# Required work:
Restrict the output to the lines below starting at the one that contains "class_revision: int" and ending at the one that contains "same_revision: tuple[str, ...]", and restate them word for word, both ends included.

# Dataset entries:
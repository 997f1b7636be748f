"""Hold what a change does: the difference between two results, grouped over hulls, worst first."""

from __future__ import annotations

from dataclasses import dataclass, field
from enum import Enum

from checker.boat.aboard import Fact
from checker.result.side import Figures, Found

FILES = "the yard's files"
"""Stands for a subject where a finding is of no hull and no option set."""


class Standing(Enum):
    """Say how a hull or option set stands after a change."""

    WORSE = "worse"
    BETTER = "better"
    UNCHANGED = "unchanged"
    NEW = "new"
    GONE = "gone"


@dataclass(frozen=True, slots=True)
class SubjectChange:
    """Tell how one hull or option set stands; `is_alike` where not one figure, fact or word differs."""

    id: str
    is_hull: bool
    status: str
    is_built: bool
    standing: Standing
    is_alike: bool = False


class FindingKind(Enum):
    """Say what became of a finding."""

    NEW = "new"
    ACCEPTED = "accepted"
    FIXED = "fixed"
    MOVED = "moved"
    LOWERED = "lowered"
    UNASSESSED = "not assessed any more"


@dataclass(frozen=True, slots=True, kw_only=True)
class FindingChange:
    """Tell what became of one finding, on the subjects that share it.

    `found` is the finding as it is now, or as it was where it is gone; of several that differ in
    figures only, the worst. `was` tells what it was before, where it was something: accepted, or
    at another level. `before` and `after` are its figures. `by_limits`: the boat did not change,
    what it is held against did.
    """

    kind: FindingKind
    found: Found
    on: tuple[str, ...]
    limit_sets: tuple[str, ...] = ()
    was: str = ""
    moved_from: str = ""
    before: Figures | None = None
    after: Figures | None = None
    is_worse: bool = False
    by_limits: bool = False


class SilencedKind(Enum):
    """Say what makes the checks say less."""

    RULE = "rule of the yard"
    LIMIT_SET = "limit set"
    WAIVER_ADDED = "new waiver"
    WAIVER_WIDENED = "wider waiver"
    WAIVER_EXTENDED = "longer waiver"
    LEVEL = "level"
    FACT = "fact"
    EXEMPTION = "exemption"


@dataclass(frozen=True, slots=True)
class FactChange:
    """Tell one fact that changed; None where it was not written. `in_feet`: the yard measures in feet here."""

    key: str
    old: Fact | None
    new: Fact | None
    in_feet: bool = False


@dataclass(frozen=True, slots=True)
class Silenced:
    """Tell what makes the checks say less: what it is, where, what it said and says, and why.

    `fact` is set where it is a fact of the boat. `hides` are checks that say less, each with the part.
    """

    kind: SilencedKind
    where: str
    old: str
    new: str
    reason: str
    on: tuple[str, ...]
    fact: FactChange | None = None
    hides: tuple[tuple[str, str], ...] = ()


class LostKind(Enum):
    """Say what is looked at no more."""

    SUBJECT = "hull or option set"
    STUDY = "not studied"
    CIRCUIT = "circuit"
    PLACES = "places"
    UNASSESSED = "not assessed"


@dataclass(frozen=True, slots=True)
class Lost:
    """Tell what is looked at no more: of a kind, these; `check` is set for places."""

    kind: LostKind
    check: str
    names: tuple[str, ...]
    on: tuple[str, ...]
    why: str = ""


@dataclass(frozen=True, slots=True)
class Headroom:
    """Tell a place that still passes and has lost headroom near its limit; `checks` are those with one figure."""

    checks: tuple[str, ...]
    limit_set: str
    part: str
    before: Figures
    after: Figures
    on: tuple[str, ...]
    by_limits: bool = False


@dataclass(frozen=True, slots=True)
class LimitMove:
    """Tell a change of what boats are held against: a table, the tool, a rule of the yard."""

    kind: str
    what: str
    old: str
    new: str
    is_loosened: bool = False
    reason: str = ""


@dataclass(frozen=True, slots=True)
class FigureChange:
    """Tell a figure that changed with the boat: of all subjects the one nearest its limit."""

    check: str
    part: str
    before: Figures
    after: Figures


class DifferenceKind(Enum):
    """Say what became of a thing aboard."""

    CHANGED = "changed"
    ADDED = "added"
    REMOVED = "removed"


@dataclass(frozen=True, slots=True)
class Difference:
    """Tell what changed aboard, in one circuit or thing, on the subjects where it changed alike.

    `about` is a circuit, or a thing with its kind; `things` are the parts of it that changed,
    empty where all of a circuit's conductors did.
    """

    kind: DifferenceKind
    about: str
    things: tuple[str, ...]
    facts: tuple[FactChange, ...]
    on: tuple[str, ...]
    figures: tuple[FigureChange, ...] = ()


@dataclass(frozen=True, slots=True)
class Retrofit:
    """Tell what a change of the class means for hulls that are already built."""

    hulls: tuple[str, ...]
    status: str
    work: tuple[Difference, ...]
    mends: tuple[str, ...]
    makes: tuple[str, ...]


@dataclass(frozen=True, slots=True)
class Behind:
    """Tell a built hull that is behind its class, and whether it was so before."""

    hull: str
    revision: int
    class_revision: int
    is_new: bool


@dataclass(frozen=True, slots=True, kw_only=True)
class Comparison:
    """Hold all that differs between two results."""

    base: str
    head: str
    subjects: tuple[SubjectChange, ...]
    findings: tuple[FindingChange, ...] = ()
    silenced: tuple[Silenced, ...] = ()
    lost: tuple[Lost, ...] = ()
    headroom: tuple[Headroom, ...] = ()
    limits: tuple[LimitMove, ...] = ()
    differences: tuple[Difference, ...] | None = None
    retrofits: tuple[Retrofit, ...] = ()
    behind: tuple[Behind, ...] = ()
    same_revision: tuple[str, ...] = field(default=())

    def of_kind(self, *kinds: FindingKind) -> tuple[FindingChange, ...]:
        """Return the findings of which this became."""
        return tuple(change for change in self.findings if change.kind in kinds)

    @property
    def new_errors(self) -> tuple[FindingChange, ...]:
        """Return the new findings at error level."""
        return tuple(change for change in self.of_kind(FindingKind.NEW) if change.found.level == "error")

    @property
    def is_worse(self) -> bool:
        """Tell whether anything is worse: a hull or option set, what is looked at, or what is silenced."""
        is_any = any(subject.standing is Standing.WORSE for subject in self.subjects)
        return bool(is_any or self.new_errors or self.lost or self.silenced or self.headroom)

# Answer to this problem:
    class_revision: int
    is_new: bool


@dataclass(frozen=True, slots=True, kw_only=True)
class Comparison:
    """Hold all that differs between two results."""

    base: str
    head: str
    subjects: tuple[SubjectChange, ...]
    findings: tuple[FindingChange, ...] = ()
    silenced: tuple[Silenced, ...] = ()
    lost: tuple[Lost, ...] = ()
    headroom: tuple[Headroom, ...] = ()
    limits: tuple[LimitMove, ...] = ()
    differences: tuple[Difference, ...] | None = None
    retrofits: tuple[Retrofit, ...] = ()
    behind: tuple[Behind, ...] = ()
    same_revision: tuple[str, ...] = field(default=())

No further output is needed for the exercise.